_About this task:_
Among the records that follow, find the line with "const points = pointsOf(svg);" and the line with "apart by place.". Set down those lines and all lines between them exactly, without adding anything.

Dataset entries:
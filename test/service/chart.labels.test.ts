/**
 * Where the chart's formula labels go (server/src/service/chart/labels.ts). Three levels:
 * - the placement on random points (fast-check): no two label boxes intersect, no label box covers a mark,
 *   every box lies in the plot area, and each label is nearest to its own point or joined to it by a leader;
 * - the same read back from the drawn svg of random salts, with the geometry taken from the svg alone;
 * - the report's charts of real notes (the demo notes and a salt-bath note): each label names the salt it
 *   is drawn beside.
 * The geometry checks here are written out on their own (sampling, plain distances), not taken from the
 * chart's code. Lattice energies, radii and melting points come from the project's own analysis; the checks
 * do not depend on their values.
 */
import fc from 'fast-check';
import MarkdownIt from 'markdown-it';
import { readFileSync } from 'node:fs';
import { join } from 'node:path';
import { describe, expect, it } from 'vitest';
import { latticeChart, type LatticePoint } from '../../server/src/service/chart';
import { LabelSpace, placeLabels, type LabelRequest, type Mark } from '../../server/src/service/chart/labels';
import { analyseDocument } from '../../server/src/service/document';
import { latticePoints, reportHtml } from '../../server/src/service/report';
import { boxesOverlap, crossesOf, distanceToBox, labelBox, labelReadings, labelsOf, leadersOf, one, parse, plotArea, pointsOf, type Box } from './chart-svg';

const RADIUS = 4.5;
const HEIGHT = 11.5;

const square = (x: number, y: number, half: number): Box => ({ x0: x - half, y0: y - half, x1: x + half, y1: y + half });
const strictlyInside = (b: Box, x: number, y: number) => x > b.x0 && x < b.x1 && y > b.y0 && y < b.y1;
/** Whether a segment passes through the inside of a box, by sampling 400 points along it. */
const segmentEnters = (s: { x1: number; y1: number; x2: number; y2: number }, b: Box) => {
  for (let k = 0; k <= 400; k++) if (strictlyInside(b, s.x1 + ((s.x2 - s.x1) * k) / 400, s.y1 + ((s.y2 - s.y1) * k) / 400)) return true;
  return false;
};

// ---------------------------------------------------------------------------------------------------------
// The placement itself

interface Scene {
  bounds: Box;
  marks: Mark[];
  requests: LabelRequest[];
}

/** Random salts on a plot: an energy marker each, a melting-point cross for some, labels of random width. */
const sceneArb = fc
  .record({
    width: fc.integer({ min: 150, max: 800 }),
    height: fc.integer({ min: 120, max: 500 }),
    points: fc.array(
      fc.record({
        x: fc.double({ min: 0, max: 1, noNaN: true }),
        y: fc.double({ min: 0, max: 1, noNaN: true }),
        melt: fc.option(fc.double({ min: 0, max: 1, noNaN: true }), { nil: null }),
        labelWidth: fc.double({ min: 6, max: 140, noNaN: true }),
      }),
      { minLength: 1, maxLength: 45 },
    ),
  })
  .map(({ width, height, points }): Scene => {
    const bounds = { x0: 20, y0: 30, x1: 20 + width, y1: 30 + height };
    const at = (f: number, lo: number, hi: number) => lo + 6 + f * (hi - lo - 12);
    const marks: Mark[] = [];
    const requests: LabelRequest[] = [];
    points.forEach((p, owner) => {
      const x = at(p.x, bounds.x0, bounds.x1);
      const y = at(p.y, bounds.y0, bounds.y1);
      marks.push({ owner, x, y, box: square(x, y, RADIUS + 1) });
      if (p.melt !== null) {
        const my = at(p.melt, bounds.y0, bounds.y1);
        marks.push({ owner, x, y: my, box: square(x, my, 4.75) });
      }
      requests.push({ owner, width: p.labelWidth, height: HEIGHT, x, y, radius: RADIUS });
    });
    return { bounds, marks, requests };
  });

const run = (scene: Scene) => placeLabels(scene.requests, new LabelSpace(scene.bounds, scene.marks));

describe('label placement on random points', () => {
  it('never overlaps a label or a mark, stays in the plot, and labels the right point', () => {
    fc.assert(
      fc.property(sceneArb, (scene) => {
        const { placed, dropped } = run(scene);
        // Every label is placed or dropped, once.
        expect([...placed.map((l) => l.owner), ...dropped].sort((a, b) => a - b)).toEqual(scene.requests.map((r) => r.owner));
        for (const label of placed) {
          const request = scene.requests[label.owner];
          const { box } = label;
          expect(box.x1 - box.x0).toBeCloseTo(request.width, 9);
          expect(box.y1 - box.y0).toBeCloseTo(request.height, 9);
          expect(box.x0 >= scene.bounds.x0 && box.x1 <= scene.bounds.x1 && box.y0 >= scene.bounds.y0 && box.y1 <= scene.bounds.y1).toBe(true);
          // No label box covers a mark, its own included.
          for (const m of scene.marks) expect(boxesOverlap(box, m.box), `label ${label.owner} on a mark of ${m.owner}`).toBe(false);
          // No two label boxes intersect.
          for (const other of placed) if (other !== label) expect(boxesOverlap(box, other.box), `labels ${label.owner} and ${other.owner}`).toBe(false);
          const others = scene.marks.filter((m) => m.owner !== label.owner);
          if (label.leader === null) {
            // Nearest to its own point: every other salt's mark is farther from the box than its own marker.
            const own = distanceToBox(box, request.x, request.y);
            for (const m of others) expect(distanceToBox(box, m.x, m.y), `label ${label.owner} beside a mark of ${m.owner}`).toBeGreaterThan(own);
          } else {
            // Joined to its own point: from the marker's edge to the box, across no other salt's mark or label.
            const s = label.leader;
            expect(Math.hypot(s.x1 - request.x, s.y1 - request.y)).toBeCloseTo(RADIUS + 1.5, 6);
            expect(distanceToBox(box, s.x2, s.y2)).toBeLessThanOrEqual(1.5);
            for (const m of others) expect(segmentEnters(s, m.box), `leader of ${label.owner} across a mark of ${m.owner}`).toBe(false);
            for (const other of placed)
              if (other !== label) expect(segmentEnters(s, other.box), `leader of ${label.owner} across label ${other.owner}`).toBe(false);
          }
        }
      }),
      { numRuns: 300 },
    );
  });

  it('places every label when the points are well apart', () => {
    // Points in separate cells of 80 × 70 px, labels at most 60 px wide: there is always room beside each.
    const spread = fc.uniqueArray(fc.integer({ min: 0, max: 39 }), { minLength: 1, maxLength: 12 }).chain((cells) =>
      fc.tuple(
        fc.constant(cells),
        fc.array(fc.tuple(fc.integer({ min: -10, max: 10 }), fc.integer({ min: -10, max: 10 }), fc.integer({ min: 10, max: 60 })), {
          minLength: cells.length,
          maxLength: cells.length,
        }),
      ),
    );
    fc.assert(
      fc.property(spread, ([cells, jitter]) => {
        const bounds = { x0: 0, y0: 0, x1: 640, y1: 350 };
        const marks: Mark[] = [];
        const requests: LabelRequest[] = cells.map((cell, owner) => {
          const x = 40 + (cell % 8) * 80 + jitter[owner][0];
          const y = 35 + Math.floor(cell / 8) * 70 + jitter[owner][1];
          marks.push({ owner, x, y, box: square(x, y, RADIUS + 1) });
          return { owner, width: jitter[owner][2], height: HEIGHT, x, y, radius: RADIUS };
        });
        const { placed, dropped } = placeLabels(requests, new LabelSpace(bounds, marks));
        expect(dropped).toEqual([]);
        expect(placed.every((l) => l.leader === null)).toBe(true);
      }),
    );
  });

  it('is deterministic', () => {
    fc.assert(
      fc.property(sceneArb, (scene) => {
        expect(run(scene)).toEqual(run(scene));
      }),
      { numRuns: 50 },
    );
  });
});

// ---------------------------------------------------------------------------------------------------------
// The drawn chart

const saltArb = fc.record({
  kJPerMol: fc.double({ min: 500, max: 15000, noNaN: true }),
  estimate: fc.boolean(),
  inverseR0: fc.option(fc.double({ min: 0.2, max: 0.6, noNaN: true }), { nil: null, freq: 8 }),
  chargeProduct: fc.integer({ min: 1, max: 9 }),
  meltingPointC: fc.option(fc.double({ min: 100, max: 3000, noNaN: true }), { nil: undefined }),
});
const chartArb = fc.record({
  salts: fc
    .uniqueArray(fc.stringMatching(/^[A-Z][a-z]?(?:[A-Z][a-z]?[₂₃₄]?){0,3}$/), { minLength: 1, maxLength: 30 })
    .chain((labels) =>
      fc.tuple(
        ...labels.map((label) => saltArb.map((s): LatticePoint => ({ ...s, label, method: s.estimate ? 'Kapustinskii equation' : 'Born–Haber cycle' }))),
      ),
    ),
  x: fc.constantFrom('inverse-radius' as const, 'charge-product' as const),
  width: fc.integer({ min: 320, max: 1000 }),
  height: fc.integer({ min: 240, max: 700 }),
});

describe('labels of the drawn chart, read back from the svg', () => {
  it('never overlap each other or a mark, and each names the point it is drawn beside', () => {
    fc.assert(
      fc.property(chartArb, ({ salts, x, width, height }) => {
        const svg = parse(latticeChart(salts, { x, width, height }));
        const points = pointsOf(svg);
        if (points.length === 0) return; // every salt without radii: the empty chart, tested in chart.test.ts
        const marks = [...points.map((p) => p.box), ...crossesOf(svg).map((c) => c.box)];
        const labels = labelsOf(svg);
        const boxes = labels.map(labelBox);
        const plot = plotArea(svg);
        for (const [i, box] of boxes.entries()) {
          expect(box.x0 >= plot.x0 && box.x1 <= plot.x1 && box.y0 >= plot.y0 && box.y1 <= plot.y1).toBe(true);
          for (const m of marks) expect(boxesOverlap(box, m), `${labels[i].text} on a mark`).toBe(false);
          for (const [j, other] of boxes.entries()) if (j !== i) expect(boxesOverlap(box, other), `${labels[i].text} / ${labels[j].text}`).toBe(false);
        }
        // A salt whose marker sits on another's (same x and energy) cannot be told apart by place.
        const at = new Map(points.map((p) => [p.salt, p]));
        for (const reading of labelReadings(svg)) {
          const own = at.get(reading.text);
          const read = at.get(reading.salt);
          expect(own, `${reading.text} is a salt`).toBeDefined();
          if (reading.salt !== reading.text)
            expect(Math.hypot(own!.cx - read!.cx, own!.cy - read!.cy), `${reading.text} read as ${reading.salt}`).toBeLessThan(1);
        }
        // Labels left out are counted, in the <desc> and in the chart.
        const omitted = points.length - labels.length;
        expect(new Set(labels.map((l) => l.text)).size).toBe(labels.length);
        const desc = one(svg, (e) => e.name === 'desc').text;
        if (omitted) {
          expect(desc).toContain(`${omitted} formula labels left out`);
          expect(one(svg, (e) => (e.attrs.class ?? '').includes('iw-lc-note')).text).toMatch(new RegExp(`^${omitted} labels? left out`));
        } else expect(desc).not.toMatch(/labels left out/);
      }),
      { numRuns: 150 },
    );
  });

  it('are byte-identical for the same salts, in any order', () => {
    fc.assert(
      fc.property(chartArb, fc.integer(), ({ salts, x, width, height }, seed) => {
        const a = latticeChart(salts, { x, width, height });
        const shuffled = [...salts].sort((p, q) => ((p.label.length * 31 + seed) % 7) - ((q.label.length * 31 + seed) % 7) || 0).reverse();
        expect(latticeChart(salts, { x, width, height })).toBe(a);
        expect(latticeChart(shuffled, { x, width, height })).toBe(a);
      }),
      { numRuns: 60 },
    );
  });
});

// ---------------------------------------------------------------------------------------------------------
// The report's charts of real notes

const CSS = readFileSync(join(__dirname, '../../media/preview.css'), 'utf8');
/** A salt bath of a fictional heat-treatment shop: nitrates with the chlorides carried over and a rinse. */
const SALT_BATH = [
  '# Salt bath B-2, trial week 14 (Harrow Lane heat-treatment shop)',
  '',
  'The bath is `NaNO3` with `KNO3`; drag-out from the quench tank brings `NaCl` and `KCl`, and the rinse',
  'after it holds `ZnSO4`, `CuSO4` and `MgSO4` from the plating line next door.',
  '',
].join('\n');
const NOTES: Array<[string, string, 'markdown' | 'fnote']> = [
  ['examples/rinse-trials.md', readFileSync(join(__dirname, '../../examples/rinse-trials.md'), 'utf8'), 'markdown'],
  ['examples/plating-bath.fnote', readFileSync(join(__dirname, '../../examples/plating-bath.fnote'), 'utf8'), 'fnote'],
  ['salt-bath.md', SALT_BATH, 'markdown'],
];

describe('labels of the report charts of real notes', () => {
  for (const [name, text, language] of NOTES) {
    it(`name the salt they are drawn beside (${name})`, () => {
      const doc = analyseDocument(text, language);
      const html = reportHtml(doc, { title: name, css: CSS, markdownIt: () => new MarkdownIt() });
      const inReport = html.match(/<svg xmlns="http:\/\/www\.w3\.org\/2000\/svg" class="iw-lattice"[\s\S]*?<\/svg>/g) ?? [];
      expect(inReport.length).toBeGreaterThanOrEqual(1);
      // The same salts against the charge product too, whether or not the report needs that chart.
      const points = latticePoints(doc.formulas.map((f) => f.analysis).filter((a) => a.ok));
      for (const chart of [...inReport, latticeChart(points, { x: 'charge-product' })]) {
        const svg = parse(chart);
        const drawn = pointsOf(svg).map((p) => p.salt);
        expect(drawn.length).toBeGreaterThanOrEqual(3);
        const readings = labelReadings(svg);
        // Every salt is labelled, and each label is read as the salt it names.
        expect(readings.map((r) => r.text).sort()).toEqual([...drawn].sort());
        for (const r of readings) expect(r.salt, `"${r.text}" is drawn beside ${r.salt} (${r.by})`).toBe(r.text);
      }
    });
  }

  it('the salt-bath note: NaCl, NaNO₃ and KNO₃ each read as themselves, crosses included', () => {
    const doc = analyseDocument(SALT_BATH, 'markdown');
    const points = latticePoints(doc.formulas.map((f) => f.analysis).filter((a) => a.ok));
    expect(points.map((p) => p.label)).toEqual(expect.arrayContaining(['NaCl', 'NaNO₃', 'KNO₃']));
    for (const x of ['inverse-radius', 'charge-product'] as const) {
      const svg = parse(latticeChart(points, { x }));
      expect(crossesOf(svg).map((c) => c.salt)).toEqual(expect.arrayContaining(['NaCl', 'NaNO₃', 'KNO₃']));
      const labels = labelsOf(svg);
      const crosses = crossesOf(svg);
      for (const l of labels) {
        const box = labelBox(l);
        // No label is nearer to another salt's melting-point cross than to its own marker, unless a leader joins it.
        const own = pointsOf(svg).find((p) => p.salt === l.text)!;
        const led = leadersOf(svg).some((s) => distanceToBox(box, s.x2, s.y2) <= 1.5 && Math.abs(Math.hypot(s.x1 - own.cx, s.y1 - own.cy) - 6) < 0.1);
        if (led) continue;
        for (const c of crosses)
          if (c.salt !== l.text)
            expect(distanceToBox(box, c.cx, c.cy), `${l.text} beside the cross of ${c.salt}`).toBeGreaterThan(distanceToBox(box, own.cx, own.cy));
      }
    }
  });
});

_Exercise response:_
        const points = pointsOf(svg);
        if (points.length === 0) return; // every salt without radii: the empty chart, tested in chart.test.ts
        const marks = [...points.map((p) => p.box), ...crossesOf(svg).map((c) => c.box)];
        const labels = labelsOf(svg);
        const boxes = labels.map(labelBox);
        const plot = plotArea(svg);
        for (const [i, box] of boxes.entries()) {
          expect(box.x0 >= plot.x0 && box.x1 <= plot.x1 && box.y0 >= plot.y0 && box.y1 <= plot.y1).toBe(true);
          for (const m of marks) expect(boxesOverlap(box, m), `${labels[i].text} on a mark`).toBe(false);
          for (const [j, other] of boxes.entries()) if (j !== i) expect(boxesOverlap(box, other), `${labels[i].text} / ${labels[j].text}`).toBe(false);
        }
        // A salt whose marker sits on another's (same x and energy) cannot be told apart by place.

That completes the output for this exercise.